┏━━

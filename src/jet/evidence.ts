// What speaks for and against each kind of jet, one row for each thing looked at.

/** What makes a jet: night over plain ground, air dammed against a barrier, air out of a valley, or something else. */
export const JET_KINDS = ['nocturnal', 'barrier', 'valley-exit', 'other'] as const;
export type JetKind = (typeof JET_KINDS)[number];

export interface Evidence {
  /** In words: `onset after sunset`. */
  readonly lookedAt: string;
  /** NaN where it could not be known; the row then weighs nothing. */
  readonly value: number;
  readonly unit: string;
  /** What the value is held against, in words with its number: `at most 30`. */
  readonly threshold: string;
  readonly speaksFor: JetKind;
  /** Natural logarithm of the odds: positive for that kind, negative against it. Our own choice throughout. */
  readonly weight: number;
  /** Published source of the threshold, or that it is common practice. */
  readonly source: string;
}

export const COMMON_PRACTICE = 'common practice, without source';
const OWN_CHOICE = 'our own choice';

/** A step of a scale: values up to and including `upTo` weigh this much. */
type Scale = readonly (readonly [upTo: number, weight: number])[];

/** A row whose weight is read off a scale; nothing where the value is not known. */
export function row(
  speaksFor: JetKind,
  lookedAt: string,
  value: number,
  unit: string,
  threshold: string,
  scale: Scale,
  source: string = OWN_CHOICE,
): Evidence {
  const step = Number.isNaN(value) ? undefined : scale.find(([upTo]) => value <= upTo);
  return { lookedAt, value, unit, threshold, speaksFor, weight: step?.[1] ?? 0, source };
}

┗━━

The answer must be an exact copy of every record above.

YOUR SOLUTION>
filename src/jet/evidence.ts
// What speaks for and against each kind of jet, one row for each thing looked at.

/** What makes a jet: night over plain ground, air dammed against a barrier, air out of a valley, or something else. */
export const JET_KINDS = ['nocturnal', 'barrier', 'valley-exit', 'other'] as const;
export type JetKind = (typeof JET_KINDS)[number];

export interface Evidence {
  /** In words: `onset after sunset`. */
  readonly lookedAt: string;
  /** NaN where it could not be known; the row then weighs nothing. */
  readonly value: number;
  readonly unit: string;
  /** What the value is held against, in words with its number: `at most 30`. */
  readonly threshold: string;
  readonly speaksFor: JetKind;
  /** Natural logarithm of the odds: positive for that kind, negative against it. Our own choice throughout. */
  readonly weight: number;
  /** Published source of the threshold, or that it is common practice. */
  readonly source: string;
}

export const COMMON_PRACTICE = 'common practice, without source';
const OWN_CHOICE = 'our own choice';

/** A step of a scale: values up to and including `upTo` weigh this much. */
type Scale = readonly (readonly [upTo: number, weight: number])[];

/** A row whose weight is read off a scale; nothing where the value is not known. */
export function row(
  speaksFor: JetKind,
  lookedAt: string,
  value: number,
  unit: string,
  threshold: string,
  scale: Scale,
  source: string = OWN_CHOICE,
): Evidence {
  const step = Number.isNaN(value) ? undefined : scale.find(([upTo]) => value <= upTo);
  return { lookedAt, value, unit, threshold, speaksFor, weight: step?.[1] ?? 0, source };
}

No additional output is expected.